The prime factorization of \(20\) is \(2^2\times 5\).
The number \(20\) has \(6\) positive divisors. They are:
\(2^05^0=1\), \(2^05^1=5\), \(2^15^0=2\), \(2^15^1=10\), \(2^25^0=4\), \(2^25^1=20\)
Two of the divisors, \(1\) and \(4\), are perfect squares.
How many positive divisors of \(2025^{2025}\) are perfect squares?
First, let’s look at the prime factorization of four different perfect squares:
\(9=3^2\), \(16=2^4\), \(36=2^2\times 3^2\), \(129\,600=2^6\times 3^4\times 5^2\)
Note that, in each case, the exponent on each of the prime factors is even. In fact, a positive integer is a perfect square exactly when the exponent on each of the prime factors in its prime factorization is an even integer greater than or equal to zero. Now \[\begin{aligned} 2025^{2025}&=(3^4\times 5^2)^{2025}\\ &=(3^4)^{2025}\times (5^2)^{2025}\\ &=3^{8100}\times 5^{4050} \end{aligned}\] All positive divisors of \(2025^{2025}\) will be of the form \(3^k\times 5^n\), \(0\leq k \leq 8100\), and \(0 \leq n \leq 4050\), where \(k\) and \(n\) are each integers.
For \(3^k\times 5^n\) to be a perfect square, \(k\) must be an even integer such that \(0\leq k \leq 8100\) and \(n\) must be an even integer such that \(0 \leq n \leq 4050\).

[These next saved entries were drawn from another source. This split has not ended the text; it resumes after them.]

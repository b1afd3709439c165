// Long analyses can be stopped and stop storing nothing (hardening, issue 20, finding 4): the
// api's abort ends a bootstrap that never yields within a second; a computed result waits for a
// busy workspace instead of being thrown away after 5 seconds.
import { spawn } from 'node:child_process';
import { mkdtempSync, readFileSync, rmSync } from 'node:fs';
import { tmpdir } from 'node:os';
import { join } from 'node:path';
import { fileURLToPath } from 'node:url';
import Database from 'better-sqlite3';
import { afterAll, beforeAll, describe, expect, it } from 'vitest';
import { api } from '../../../src/api/handlers.js';

const dir = mkdtempSync(join(tmpdir(), 'manyfield-cancel-'));
afterAll(() => rmSync(dir, { recursive: true, force: true }));
const ws = join(dir, 'demo.manyfield');
const demoSpec = JSON.parse(readFileSync(fileURLToPath(new URL('../../../examples/demo-analysis.json', import.meta.url)), 'utf8'));

beforeAll(async () => {
  expect((await api['demo.build']({ workspace: ws })).ok).toBe(true);
}, 120_000);

function analyses(): number {
  const db = new Database(ws, { readonly: true });
  try {
    return (db.prepare('SELECT COUNT(*) AS n FROM analysis').get() as { n: number }).n;
  } finally {
    db.close();
  }
}

describe('stopping an analysis', () => {
  it('the api abort stops a 10,000-resample bootstrap within a second and stores nothing', async () => {
    const spec = { ...demoSpec, oneStage: null, twoStage: null, rateResponse: { ...demoSpec.rateResponse, bootstrap: 10_000 } };
    const before = analyses();
    const controller = new AbortController();
    let bootstrapping = false;
    const run = api['analysis.run']({ workspace: ws, spec, save: true }, { signal: controller.signal, onProgress: (e) => (bootstrapping ||= e.step === 'bootstrap') });
    let settled: unknown = null;
    void run.then((x) => (settled = x));
    const started = performance.now();
    while (!bootstrapping && settled === null && performance.now() - started < 60_000) await new Promise((r) => setTimeout(r, 50));
    expect(settled).toBeNull(); // still running
    expect(bootstrapping).toBe(true);
    await new Promise((r) => setTimeout(r, 500)); // inside the loop
    const sent = performance.now();
    controller.abort();
    const r = await run;
    expect(performance.now() - sent).toBeLessThan(1000);
    expect(r.ok).toBe(false);
    if (!r.ok) expect(r.error).toMatchObject({ code: 'cancelled', message: 'cancelled by the user; nothing was stored' });
    expect(analyses()).toBe(before);
  }, 90_000);
});

describe('saving into a busy workspace', () => {
  it('waits for another process to finish writing instead of discarding the result', async () => {
    const before = analyses();
    // Another process holds the write lock for 7 s (longer than the 5 s wait of other writes).
    const holder = spawn(process.execPath, ['-e', `const D=require('better-sqlite3');const d=new D(${JSON.stringify(ws)});d.prepare('BEGIN IMMEDIATE').run();console.log('locked');setTimeout(()=>{d.prepare('ROLLBACK').run();d.close();},7000);`], { cwd: fileURLToPath(new URL('../../../', import.meta.url)), stdio: ['ignore', 'pipe', 'inherit'] });
    await new Promise<void>((resolve) => holder.stdout.once('data', () => resolve()));
    const spec = { ...demoSpec, oneStage: null, rateResponse: null };
    const r = await api['analysis.run']({ workspace: ws, spec, save: true });
    expect(r.ok).toBe(true);
    expect(analyses()).toBe(before + 1);
    await new Promise((resolve) => holder.on('exit', resolve));
  }, 90_000);
});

There are \(8100 \div 2=4050\) even integers from \(1\) to \(8100\). The number \(0\) is also even, so there are \(4051\) possible values of \(k\).
There are \(2025\) even integers from \(1\) to \(4050\). The number \(0\) is also even, so there are \(2026\) possible values of \(n\).
For each of the \(4051\) values of \(k\), there are \(2026\) values of \(n\) so there are \(4051\times 2026=8\,207\,326\) perfect square divisors of \(2025^{2025}\).
Therefore, \(2025^{2025}\) has \(8\,207\,326\) positive divisors that are perfect squares. This is over \(8\) million perfect square divisors!